Linux Networking - How to dynamically filter network packets within short time range

Aeternal

10/16/22, 7:14 PM

I am trying to find a solution to dynamically filter network packets with strict timing constraints and based on a IP list on a Linux Operating System

I cannot install additional software of modify kernel or libraries to add modules to iptables for example

I have an equipment that receive too much network packet and I need to find a way to filter network packets dynamically with a 200ms cycle.

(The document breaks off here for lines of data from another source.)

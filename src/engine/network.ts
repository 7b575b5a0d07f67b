import { type AmplifierDraw, amplifierDraw } from './amplifier';
import { alternatorLimitA } from './alternator';
import { bankThevenin, chargeAcceptanceA } from './battery';
import { compileCapacitor, type CompiledCapacitor } from './capacitor';
import { cableResistanceOhm } from './conductors';
import { EngineInputError } from './errors';
import { DenseSystem } from './linear';
import { SparseLdl, type SymmetricSystem } from './sparse';
import { partsOf } from './part-kinds';
import type { BuildDocument, Isolator, PartGroup } from './types';

/** A tiny conductance from every node to the chassis (as SPICE's gmin) keeps the matrix regular. */
export const GMIN_S = 1e-9;
export interface SolveConditions {
	/** Engine speed (rpm); 0 = engine off. */
	engineRpm: number;
	/** Fraction of rated power every amplifier draws (1 = burp). */
	demand: number;
	/** Conductor temperature for cable resistance (°C). */
	conductorTempC: number;
	/** Per-bank state of charge, overriding the document (used by the time-stepped burp). */
	stateOfCharge?: Readonly<Record<string, number>>;
}

export interface TwoTerminal {
	p: number; // node index, -1 = chassis
	n: number;
	/** Slots of the element's Jacobian entries (p,p), (n,n) and (p,n); -1 where a terminal is the chassis. */
	spp: number;
	snn: number;
	spn: number;
}

/** Buffers one network's solves reuse (Newton iterations, time steps): allocated once. */
interface Workspace {
	f: Float64Array;
	step: Float64Array;
	trial: Float64Array;
	/** Each bank's and alternator's operating mode at the last assembly, and at the last factorisation. */
	modes: Int8Array;
	factoredModes: Int8Array;
	/** Lowest amplifier terminal voltage seen; non-positive means no physical solution here. */
	minAmpV: number;
}

/** The network reduced to numbers: node indices and per-element parameters. */
export interface CompiledNetwork {
	nodeIds: string[];
	index: Map<string, number>;
	cables: Array<TwoTerminal & { id: string; g: number; resistanceOhm: number }>;
	banks: Array<
		TwoTerminal & {
			id: string;
			ocvV: number;
			resistanceOhm: number;
			chargeResistanceOhm: number;
			chargeAcceptanceA: number;
		}
	>;
	alternators: Array<
		TwoTerminal & { id: string; setPointV: number; resistanceOhm: number; limitA: number }
	>;
	/** `powerW` is the input power at and below the rated voltage; `draw` how it grows above. */
	amplifiers: Array<TwoTerminal & { id: string; powerW: number; draw: AmplifierDraw }>;
	loads: Array<TwoTerminal & { id: string; currentA: number }>;
	/**
	 * Relays and isolators that conduct under these conditions (an open one joins nothing): a
	 * conductance `g`, and for a diode a forward drop below which it carries nothing.
	 */
	isolators: Array<TwoTerminal & { id: string; g: number; dropV: number; diode: boolean }>;
	/** Capacitor banks: open but for their leakage at a steady point; companion branches in a step. */
	capacitors: Array<TwoTerminal & CompiledCapacitor>;
	/**
	 * DC-DC chargers: the output a source toward its target up to its limit (as an alternator is;
	 * limit 0 while it does not run), the input a constant-power draw of the output power over the
	 * efficiency, settled by `solveCompiled`'s outer iteration.
	 */
	chargers: Array<{
		id: string;
		efficiency: number;
		output: TwoTerminal & { id: string; setPointV: number; resistanceOhm: number; limitA: number };
		input: TwoTerminal & { powerW: number; draw: AmplifierDraw };
	}>;
	/** Every isolator's id and node indices (from, to), open ones too: what results report. */
	isolatorIds: string[];
	isolatorEnds: Array<readonly [number, number]>;
	/** Highest source voltage: the scale for initial guesses and collapse checks. */
	nominalV: number;
	/** The nodal Jacobian's pattern and factorisation, made once per network. */
	system: SymmetricSystem;
	/** Slot of each node's diagonal entry. */
	diagSlot: Int32Array;
	work: Workspace;
}

/**
 * Where each kind of part goes in the compiled network, one entry per part of the document in its
 * order (nodes are the unknowns, not elements): `compileNetwork` below fills each list, and the
 * compiler names a kind left out here.
 */
export const COMPILED_LIST = {
	nodes: null,
	alternators: 'alternators',
	banks: 'banks',
	amplifiers: 'amplifiers',
	loads: 'loads',
	cables: 'cables',
	isolators: 'isolatorIds',
	capacitors: 'capacitors',
	chargers: 'chargers',
} as const satisfies Record<PartGroup, keyof CompiledNetwork | null>;

/**
 * Reduces a build to numbers for the solver. `linear: 'dense'` holds the Jacobian dense (the
 * reference the sparse factorisation is tested against); the default is sparse LDLᵀ with a
 * minimum-degree order.
 */
export function compileNetwork(
	doc: BuildDocument,
	conditions: SolveConditions,
	opts: { linear?: 'sparse' | 'dense' } = {},
): CompiledNetwork {
	const chassis = doc.nodes.find((n) => n.kind === 'chassis');
	const nodeIds = doc.nodes.filter((n) => n !== chassis).map((n) => n.id);
	const index = new Map(nodeIds.map((id, i) => [id, i]));
	if (chassis) index.set(chassis.id, -1);
	const at = (id: string, path: string) => {
		const i = index.get(id);
		if (i === undefined) throw new EngineInputError([{ path, message: `No node named "${id}"` }]);
		return i;
	};
	const banks = doc.banks.map((b, k) => {
		const soc = conditions.stateOfCharge?.[b.id] ?? b.stateOfCharge;
		const th = bankThevenin(b, soc);
		const acceptA = chargeAcceptanceA(b, soc);
		return {
			id: b.id,
			p: at(b.positive, `banks.${k}.positive`),
			n: at(b.negative, `banks.${k}.negative`),
			...NO_SLOTS,
			ocvV: th.ocvV,
			resistanceOhm: th.resistanceOhm,
			// A charging bank presents its own internal resistance (one Thevenin source and resistance
			// whichever way the current flows); its charge acceptance is a limit on the current, not a
			// steeper slope, so two banks at different states of charge exchange the Millman current
			// their resistances allow, up to what the charging one accepts.
			chargeResistanceOhm: th.resistanceOhm,
			chargeAcceptanceA: acceptA,
		};
	});
	const alternators = doc.alternators.map((a, k) => ({
		id: a.id,
		p: at(a.positive, `alternators.${k}.positive`),
		n: at(a.negative, `alternators.${k}.negative`),
		...NO_SLOTS,
		setPointV: a.setPointV,
		resistanceOhm: a.sourceResistanceOhm,
		limitA: alternatorLimitA(a, conditions.engineRpm),
	}));
	const nominalV = Math.max(
		1,
		...banks.map((b) => b.ocvV),
		...alternators.filter((a) => a.limitA > 0).map((a) => a.setPointV),
	);
	const cables = doc.cables.map((c, k) => {
		const r = cableResistanceOhm(c, conditions.conductorTempC);
		return {
			id: c.id,
			p: at(c.from, `cables.${k}.from`),
			n: at(c.to, `cables.${k}.to`),
			g: 1 / r,
			resistanceOhm: r,
			...NO_SLOTS,
		};
	});
	const amplifiers = doc.amplifiers.map((a, k) => {
		const draw = amplifierDraw(a, conditions.demand);
		const terminals = {
			p: at(a.positive, `amplifiers.${k}.positive`),
			n: at(a.negative, `amplifiers.${k}.negative`),
			...NO_SLOTS,
		};
		return { id: a.id, ...terminals, powerW: draw.powerW, draw };
	});
	const loads = doc.loads.map((l, k) => ({
		id: l.id,
		p: at(l.positive, `loads.${k}.positive`),
		n: at(l.negative, `loads.${k}.negative`),
		currentA: l.currentA,
		...NO_SLOTS,
	}));
	const allIsolators = partsOf(doc, 'isolators');
	const isolatorEnds = allIsolators.map(
		(x, k) => [at(x.from, `isolators.${k}.from`), at(x.to, `isolators.${k}.to`)] as const,
	);
	const isolators = allIsolators.flatMap((x, k) =>
		conducts(x, conditions.engineRpm)
			? [
					{
						id: x.id,
						p: isolatorEnds[k]![0],
						n: isolatorEnds[k]![1],
						...NO_SLOTS,
						g: 1 / x.closedResistanceOhm,
						dropV: x.kind === 'diode' ? x.forwardDropV : 0,
						diode: x.kind === 'diode',
					},
				]
			: [],
	);
	const capacitors = partsOf(doc, 'capacitors').map((c, k) => ({
		...compileCapacitor(c),
		p: at(c.positive, `capacitors.${k}.positive`),
		n: at(c.negative, `capacitors.${k}.negative`),
		...NO_SLOTS,
	}));
	const chassisIndex = -1;
	const chargers = partsOf(doc, 'chargers').map((c, k) => ({
		id: c.id,
		efficiency: c.efficiency,
		output: {
			id: c.id,
			p: at(c.to, `chargers.${k}.to`),
			n: chassisIndex,
			...NO_SLOTS,
			setPointV: c.targetV,
			resistanceOhm: CHARGER_SOURCE_OHM,
			limitA: conducts({ closes: c.runs }, conditions.engineRpm) ? c.maxOutputA : 0,
		},
		input: {
			p: at(c.from, `chargers.${k}.from`),
			n: chassisIndex,
			...NO_SLOTS,
			powerW: 0,
			draw: { powerW: 0, ratedVoltageV: Infinity, maxPowerW: Infinity },
		},
	}));
	const elements: TwoTerminal[] = [
		...chargers.flatMap((c) => [c.output, c.input]),
		...capacitors,
		...cables,
		...banks,
		...alternators,
		...amplifiers,
		...loads,
		...isolators,
	];
	const n = nodeIds.length;
	const system: SymmetricSystem =
		opts.linear === 'dense'
			? new DenseSystem(n)
			: new SparseLdl(
					n,
					elements.map((e) => [e.p, e.n] as const),
				);
	for (const e of elements) {
		e.spp = system.slot(e.p, e.p);
		e.snn = system.slot(e.n, e.n);
		e.spn = e.p === e.n ? -1 : system.slot(e.p, e.n);
	}
	const modeCount = banks.length + alternators.length + isolators.length + chargers.length;
	return {
		nodeIds,
		index,
		cables,
		banks,
		alternators,
		amplifiers,
		loads,
		isolators,
		capacitors,
		chargers,
		isolatorIds: allIsolators.map((x) => x.id),
		isolatorEnds,
		nominalV,
		system,
		diagSlot: Int32Array.from({ length: n }, (_, i) => system.slot(i, i)),
		work: {
			f: new Float64Array(n),
			step: new Float64Array(n),
			trial: new Float64Array(n),
			modes: new Int8Array(modeCount),
			factoredModes: new Int8Array(modeCount),
			minAmpV: 0,
		},
	};
}

const NO_SLOTS = { spp: -1, snn: -1, spn: -1 };

/** A DC-DC charger's output stiffness in voltage mode (Ω): small, as a regulator's. */
export const CHARGER_SOURCE_OHM = 0.001;

/** Whether a relay or isolator is closed at this engine speed (0 = engine off). */
export function conducts(x: Pick<Isolator, 'closes'>, engineRpm: number): boolean {
	return x.closes === 'always' || (x.closes === 'engine_running' && engineRpm > 0);
}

For example, let's say I have 3 IPs (192.168.0.1,192.168.0.2,192.168.0.3) I would need to dynamically change every 200ms the iptable configuration to block the 1st IP packets for the 1st 200ms cycle, then block the second IP packets for the 2nd 200ms cycle, so on and so forth

Would anyone know any efficient solution that take into accounts this stringent time constraint ? My first idea is to dynamically change the iptables configuration but I'm concerned about the performance and the timing,

Would anyone have performed the same kind of work or knows a solution already implemented and working ?

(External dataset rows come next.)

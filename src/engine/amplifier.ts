import type { Amplifier } from './types';

/**
 * Input power an amplifier (all units of it) draws at a demand level:
 * P_in = d · P_rated · quantity / η, where d is the fraction of rated output (1 for a burp,
 * about 1/8 for sustained music).
 */
export function amplifierInputPowerW(
	amp: Pick<Amplifier, 'ratedPowerW' | 'efficiency' | 'quantity'>,
	demand: number,
): number {
	return (demand * amp.ratedPowerW * amp.quantity) / amp.efficiency;
}

/**
 * Output of an unregulated (fixed-ratio converter) amplifier at clipping: rails follow the supply,
 * so P(V) = P_rated · (V / V_rated)².
 */
export function unregulatedOutputW(
	ratedPowerW: number,
	ratedVoltageV: number,
	voltageV: number,
): number {
	return ratedPowerW * (voltageV / ratedVoltageV) ** 2;
}

/**
 * Output one unit can deliver at its terminal voltage: a regulated supply holds its rating; an
 * unregulated one follows P_rated·(V/V_rated)² on both sides of its rated voltage, up to the
 * stated maximum output when one is given.
 */
export function availableOutputW(
	amp: Pick<Amplifier, 'ratedPowerW' | 'ratedVoltageV' | 'regulated' | 'maxOutputW'>,
	voltageV: number,
): number {
	if (amp.regulated) return amp.ratedPowerW;
	return Math.min(
		amp.maxOutputW ?? Number.POSITIVE_INFINITY,
		unregulatedOutputW(amp.ratedPowerW, amp.ratedVoltageV, voltageV),
	);
}

/**
 * How an amplifier's draw depends on its terminal voltage, for the solver. Below its rated
 * voltage every amplifier is taken to draw its rated input power (constant power: more current
 * as the voltage sags, the conservative figure for cables and fuses). Above it an unregulated
 * amplifier's output, and so its input, grows as (V/V_rated)² (a conductance, I = P·V/V_rated²)
 * until its stated maximum output, where it is constant power again. A regulated one stays at
 * constant power throughout.
 */
export interface AmplifierDraw {
	/** Input power at and below the rated voltage (W), at the demand asked. */
	powerW: number;
	/** Where the (V/V_rated)² part starts (V); +∞ for a regulated amplifier. */
	ratedVoltageV: number;
	/** Input power where the stated maximum output is reached (W); +∞ when none is stated. */
	maxPowerW: number;
}

export function amplifierDraw(
	amp: Pick<
		Amplifier,
		'ratedPowerW' | 'ratedVoltageV' | 'efficiency' | 'quantity' | 'regulated' | 'maxOutputW'
	>,
	demand: number,
): AmplifierDraw {
	const powerW = amplifierInputPowerW(amp, demand);
	if (amp.regulated)
		return { powerW, ratedVoltageV: Number.POSITIVE_INFINITY, maxPowerW: Number.POSITIVE_INFINITY };
	const cap = amp.maxOutputW ?? null;
	return {
		powerW,
		ratedVoltageV: amp.ratedVoltageV,
		maxPowerW:
			cap === null ? Number.POSITIVE_INFINITY : Math.max(powerW, (powerW * cap) / amp.ratedPowerW),
	};
}

/** Current drawn at terminal voltage v (A) and dI/dv, for a draw scaled by λ. */
export function amplifierDrawCurrent(d: AmplifierDraw, v: number, lambda = 1): [number, number] {
	const p = lambda * d.powerW;
	if (p === 0) return [0, 0];
	if (v <= d.ratedVoltageV) return [p / v, -p / (v * v)];
	const g = p / (d.ratedVoltageV * d.ratedVoltageV);
	const pMax = lambda * d.maxPowerW;
	if (g * v * v >= pMax) return [pMax / v, -pMax / (v * v)];
	return [g * v, g];
}

/**
 * Supply current (A) an amplifier draws at terminal voltage V when driven at demand d: the one
 * amplifier law every view reads (the solver, the fixed-voltage table, the sweep, the session).
 * Constant input power P = d·P_rated·n/η up to the rated voltage (I = P/V); above it an
 * unregulated amplifier's draw grows as (V/V_rated)² (I = P·V/V_rated²) until its stated maximum
 * output; a regulated one stays at constant power.
 */
export function amplifierCurrentA(
	amp: Pick<
		Amplifier,
		'ratedPowerW' | 'ratedVoltageV' | 'efficiency' | 'quantity' | 'regulated' | 'maxOutputW'
	>,
	demand: number,
	voltageV: number,
): number {
	return amplifierDrawCurrent(amplifierDraw(amp, demand), voltageV)[0];
}

/** ∫ I dv from 1 V: the amplifier's share of the network's co-content (for the line search). */
export function amplifierDrawCoContent(d: AmplifierDraw, v: number, lambda = 1): number {
	const p = lambda * d.powerW;
	if (p === 0) return 0;
	const vr = d.ratedVoltageV;
	if (v <= vr) return p * Math.log(v);
	const g = p / (vr * vr);
	const pMax = lambda * d.maxPowerW;
	const vCap = Math.sqrt(pMax / g);
	if (v <= vCap) return p * Math.log(vr) + 0.5 * g * (v * v - vr * vr);
	return p * Math.log(vr) + 0.5 * g * (vCap * vCap - vr * vr) + pMax * Math.log(v / vCap);
}

/** Level change for a power ratio: ΔL = 10·log10(P₂/P₁) dB. */
export function powerRatioDb(p2: number, p1: number): number {
	return 10 * Math.log10(p2 / p1);
}

/** Level change for a voltage ratio at fixed load (P ∝ V²): ΔL = 20·log10(V₂/V₁) dB. */
export function voltageRatioDb(v2: number, v1: number): number {
	return 20 * Math.log10(v2 / v1);
}

/** Output lost against the rating at a terminal voltage (dB, ≤ 0). */
export function outputLossDb(
	amp: Pick<Amplifier, 'ratedPowerW' | 'ratedVoltageV' | 'regulated'>,
	voltageV: number,
): number {
	return powerRatioDb(availableOutputW(amp, voltageV), amp.ratedPowerW);
}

Thanks a lot for your help,

0 + 5

networking

linux

iptables

filtering

Håkan Lindqvist

10/16/22, 7:26 PM

What is the problem that this proposed solution is intended to solve? It seems pretty strange and likely to be an [XY problem](https://en.wikipedia.org/wiki/XY_problem). That said, I have never done what the question asks for in particular but with regard to dynamically changing addresses, I would say [`ipset`](https://ipset.netfilter.org/ipset.man.html) may be helpful rather than changing the iptables rules.

Aeternal

10/16/22, 7:31 PM

Thanks a lot for your comment ! I did not know ipset and will have a look to it This solution would be temporary and aims to "filter" network packets to reduce the load on the equipment cpu. It is presently receiving too much messages and some of them are not intended to this equipment. However I cannot perform any l7 filtering because I lack the proper binaries or iptables modules in the kernel

vidarlo

10/16/22, 8:01 PM

Sounds like you rather want to limit throughput?

Aeternal

10/16/22, 9:58 PM

After some thinking, I think as well that rate-limiter using iptables on a per-IP basis is the best and easiest solution to implement

asmath

10/17/22, 4:46 AM

correct you can simply use limit option in this case.(-m limit --limit count/minute --limit-burst ouny)

Elon Musk

I sit in a Tesla and translated this thread with Ai:

EN: Linux Networking - How to dynamically filter network packets within short time range

TH: Linux Networking - วิธีกรองแพ็กเก็ตเครือข่ายแบบไดนามิกภายในช่วงเวลาสั้นๆ

RO: Linux Networking - Cum se filtrează în mod dinamic pachetele de rețea într-un interval scurt de timp

RU: Linux Networking - Как динамически фильтровать сетевые пакеты в течение короткого промежутка времени

VI: Mạng Linux - Cách lọc động các gói mạng trong phạm vi thời gian ngắn

Post an answer

Most people don’t grasp that asking a lot of questions unlocks learning and improves interpersonal bonding. In Alison’s studies, for example, though people could accurately recall how many questions had been asked in their conversations, they didn’t intuit the link between questions and liking. Across four studies, in which participants were engaged in conversations themselves or read transcripts of others’ conversations, people tended not to realize that question asking would influence—or had influenced—the level of amity between the conversationalists.